Senator Adams and Colleagues Pass Strong Ethics Reform Legislation

Eric Adams

January 20, 2010

NYS Senator Eric Adams states: “These 2 bills represent the most complete ethics reform seen in Albany in decades and are an initial step in mandating accountability for public officials.  They are designed to restore the confidence of the public in its state government.  They impose meaningful ethics oversight and enforcement, increase transparency and disclosure, and tighten campaign finance rules.  No longer will a public officer be able to use government resources for personal business interests.  When Governor Paterson signs these bills into law, our state government will be more open and accountable.  ”

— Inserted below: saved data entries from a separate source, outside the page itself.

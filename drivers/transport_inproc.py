"""In-process transport: a ``CommandInterpreter`` object (a simulated instrument) on the
other end instead of a wire.

Each line sent is handed to ``interpreter.handle(line)`` at once (the instrument acts on
the command); a reply, if any, becomes readable ``interpreter.reply_delay(line)`` seconds
later on the instrument's clock:

* finite delays advance the instrument's ``VirtualClock`` (or are real waits when the
  clock is a ``WallClock``); a delay longer than the timeout moves the clock on by the
  timeout, raises ``TransportTimeout`` and leaves the reply queued: it is *late* and the
  next query would read it, which is why the session is untrusted until ``resync()``
  flushes it;
* ``math.inf`` means the reply never comes: the call blocks in real time until the
  transport timeout or ``abort()``.
"""
from __future__ import annotations

import math
import threading
from collections import deque
from typing import Optional, Tuple

from .clock import Clock, WallClock
from .errors import DriverError, TransportAborted, TransportTimeout
from .session import DEFAULT_SENTINEL, LineSession
from .transport import CommandInterpreter


class InprocTransport(LineSession):
    """Transport to an in-process ``CommandInterpreter``."""

    def __init__(self, interpreter: CommandInterpreter, resource: str = "sim:instrument",
                 timeout: float = 1.0, clock: Optional[Clock] = None,
                 sentinel: Optional[Tuple[str, str]] = DEFAULT_SENTINEL):
        if not callable(getattr(interpreter, "handle", None)):
            raise DriverError(resource, "the in-process instrument has no handle(line) method")
        super().__init__(resource, timeout, sentinel)
        self.interpreter = interpreter
        self.clock: Clock = clock or getattr(interpreter, "clock", None) or WallClock()
        self._pending: deque = deque()  # (ready time on self.clock, reply text)
        self._cond = threading.Condition()

    def _delay(self, line: str) -> float:
        fn = getattr(self.interpreter, "reply_delay", None)
        if fn is None:
            return 0.0
        d = float(fn(line))
        return d if d > 0 else 0.0

    def _send(self, text: str) -> None:
        for line in text.split(self.term):
            if not line:
                continue
            try:
                reply = self.interpreter.handle(line)
            except Exception as exc:  # noqa: BLE001 - a broken simulator is a device fault
                raise DriverError(self.resource, f"simulated instrument failed on {line!r}: "
                                                 f"{exc!r}") from None
            if reply is None:
                continue
            delay = self._delay(line)
            ready = math.inf if math.isinf(delay) else self.clock.now() + delay
            with self._cond:
                self._pending.append((ready, str(reply)))
                self._cond.notify_all()

    def _wait_real(self, seconds: float) -> None:
        """Block in real time up to ``seconds``; return early on abort or new reply."""
        with self._cond:
            self._cond.wait_for(lambda: self._aborted.is_set(), timeout=seconds)

    def _recv_line(self, timeout: float) -> str:
        now = self.clock.now()
        with self._cond:
            head = self._pending[0] if self._pending else None
        if head is not None and head[0] <= now:
            with self._cond:
                self._pending.popleft()
            return head[1]
        if head is not None and math.isfinite(head[0]):
            wait = head[0] - now
            if self.clock.simulated:
                if wait <= timeout:
                    self.clock.sleep_until(head[0])
                    with self._cond:
                        self._pending.popleft()
                    return head[1]
                self.clock.sleep(timeout)
                raise TransportTimeout(self.resource, f"no reply within {timeout:g} s "
                                                      "(instrument time); reply is late")
            if wait <= timeout:
                self._wait_real(wait)
                if self._aborted.is_set():
                    raise TransportAborted(self.resource, "aborted while waiting for a reply")
                with self._cond:
                    self._pending.popleft()
                return head[1]
        # no reply coming (never, or later than the timeout): a real-time wait
        self._wait_real(timeout)
        if self._aborted.is_set():
            raise TransportAborted(self.resource, "aborted while waiting for a reply")
        raise TransportTimeout(self.resource, f"no reply within {timeout:g} s")

    def _wake(self) -> None:
        with self._cond:
            self._cond.notify_all()

    def _flush_input(self) -> None:
        with self._cond:
            self._pending.clear()

    @property
    def pending_replies(self) -> int:
        """Replies sent by the instrument and not yet read (late ones included)."""
        with self._cond:
            return len(self._pending)

    # digital lines: a simulated line box (``set_line``/``get_line`` on the interpreter)
    def set_line(self, name: str, level: bool) -> None:
        fn = getattr(self.interpreter, "set_line", None)
        if fn is None:
            return super().set_line(name, level)
        try:
            fn(name, bool(level))
        except ValueError as exc:
            raise DriverError(self.resource, str(exc)) from None

    def get_line(self, name: str) -> bool:
        fn = getattr(self.interpreter, "get_line", None)
        if fn is None:
            return super().get_line(name)
        try:
            return bool(fn(name))
        except ValueError as exc:
            raise DriverError(self.resource, str(exc)) from None

    def _open(self) -> None:
        self._flush_input()

    def _close(self) -> None:
        self._flush_input()
        fn = getattr(self.interpreter, "disconnect", None)
        if callable(fn):
            fn()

The New York State Senate took a significant step today towards ending corruption and dysfunction in Albany by passing S6457, an ethics reform bill that raises disclosure requirements and accountability for elected officials and sounds the death knell for an era of secrecy.

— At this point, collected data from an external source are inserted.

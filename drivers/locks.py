"""Exclusive per-resource locks, so a second fieldrun process (a probe, another run) cannot
take over a live run's instruments.

Hardware resources are locked with ``fcntl.flock`` on a file in the state folder
(``FIELDRUN_STATE_DIR`` or ``~/.local/state/fieldrun``; the sequencer keeps the
"unconfirmed" mark after an exit 5 in the same folder). The lock is released when the
holder closes it or dies. Simulated in-process instruments (``sim:`` resources) are keyed
by their stand id and locked in memory only, so the parallel workers of a campaign never
contend.
"""
from __future__ import annotations

import fcntl
import hashlib
import os
import re
import threading
from pathlib import Path
from typing import Optional, Set

from .errors import LockHeld


def default_state_dir() -> Path:
    env = os.environ.get("FIELDRUN_STATE_DIR")
    if env:
        return Path(env)
    base = os.environ.get("XDG_STATE_HOME") or os.path.join(os.path.expanduser("~"), ".local", "state")
    return Path(base) / "fieldrun"


def lock_file_name(resource: str) -> str:
    """A readable, collision-free file name for ``resource``."""
    readable = re.sub(r"[^A-Za-z0-9._-]+", "_", resource)[:48].strip("_") or "resource"
    digest = hashlib.sha256(resource.encode("utf-8")).hexdigest()[:10]
    return f"{readable}-{digest}.lock"


_SIM_HELD: Set[str] = set()
_SIM_GUARD = threading.Lock()


class ResourceLock:
    """``ResourceLock(resource, state_dir).acquire()``; ``release()`` or use as a context."""

    def __init__(self, resource: str, state_dir: Optional[os.PathLike] = None, holder: str = ""):
        self.resource = resource
        self.state_dir = Path(state_dir) if state_dir is not None else default_state_dir()
        self.holder = holder or f"pid {os.getpid()}"
        self.simulated = resource.startswith("sim:")
        self.path = None if self.simulated else self.state_dir / "locks" / lock_file_name(resource)
        self._fd: Optional[int] = None
        self._held = False

    def acquire(self) -> "ResourceLock":
        if self._held:
            return self
        if self.simulated:
            with _SIM_GUARD:
                if self.resource in _SIM_HELD:
                    raise LockHeld(self.resource, "simulated instrument already in use in this process")
                _SIM_HELD.add(self.resource)
            self._held = True
            return self
        self.path.parent.mkdir(parents=True, exist_ok=True)
        fd = os.open(self.path, os.O_RDWR | os.O_CREAT, 0o644)
        try:
            fcntl.flock(fd, fcntl.LOCK_EX | fcntl.LOCK_NB)
        except OSError:
            try:
                who = os.read(fd, 200).decode("utf-8", "replace").strip() or "another process"
            except OSError:
                who = "another process"
            os.close(fd)
            raise LockHeld(self.resource, f"instrument is in use by {who} (lock {self.path})") from None
        os.ftruncate(fd, 0)
        os.write(fd, f"{self.holder}\n{self.resource}\n".encode("utf-8"))
        self._fd = fd
        self._held = True
        return self

    def release(self) -> None:
        if not self._held:
            return
        self._held = False
        if self.simulated:
            with _SIM_GUARD:
                _SIM_HELD.discard(self.resource)
            return
        fd, self._fd = self._fd, None
        if fd is not None:
            try:
                fcntl.flock(fd, fcntl.LOCK_UN)
            finally:
                os.close(fd)

    @property
    def held(self) -> bool:
        return self._held

    def __enter__(self):
        return self.acquire()

    def __exit__(self, *exc):
        self.release()


class _Shared:
    def __init__(self, lock: ResourceLock):
        self.lock = lock
        self.count = 0


_SHARED: dict = {}
_SHARED_GUARD = threading.Lock()


class LockHandle:
    """One session's share of a process-wide resource lock (see ``hold``)."""

    def __init__(self, key):
        self._key = key
        self._open = True

    def release(self) -> None:
        with _SHARED_GUARD:
            if not self._open:
                return
            self._open = False
            shared = _SHARED.get(self._key)
            if shared is None:
                return
            shared.count -= 1
            if shared.count <= 0:
                del _SHARED[self._key]
                shared.lock.release()


def hold(resource: str, state_dir: Optional[os.PathLike] = None) -> LockHandle:
    """Take this process's share of the exclusive lock on ``resource``.

    Sessions of one process share the lock (the deadman's fresh session must reach a
    supply the sample loop holds); another process gets ``LockHeld``. Released when the
    last handle is released.
    """
    sd = Path(state_dir) if state_dir is not None else default_state_dir()
    key = (resource, str(sd))
    with _SHARED_GUARD:
        shared = _SHARED.get(key)
        if shared is None:
            lk = ResourceLock(resource, sd)
            if lk.simulated:
                lk._held = True   # in-memory only; stand ids keep campaign workers apart
            else:
                lk.acquire()
            shared = _SHARED[key] = _Shared(lk)
        shared.count += 1
    return LockHandle(key)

The legislation marks the first time both houses of the Legislature have passed ethics reform of this magnitude.  It requires greater disclosure of legislators’ outside sources of income, improves reporting requirements on the activity of lobbyists who have business relationships with public officials, re-establishes an independent lobbying commission, and authorizes a bipartisan enforcement unit in the New York State Board of Elections to impose strict adherence to campaign finance laws.  The enhanced disclosure requirements will take effect January 1, 2011.  The bill was passed with overwhelming bipartisan support, 59-1.
A second bill completed today’s ethics reform package, passing 60-0.  Amending both civil and criminal law to eliminate a defect in state ethics law, the legislation imposes a ban under the Code of Ethics to prohibit public officers from using government resources for outside, for-profit business and specifically defines any "ongoing scheme" to use government resources for outside, for-profit business as defrauding the government, a felony.
A new Legislative Ethics Commission will have both a compliance branch and an investigative branch, and the Commission on Public Integrity will be replaced by a new six-member board to oversee ethics compliance in the executive branch.  Both commissions will commence their oversight on July 31, 2010 and sunset on July 31, 2014.  (Current law governing judiciary ethics will remain unchanged.)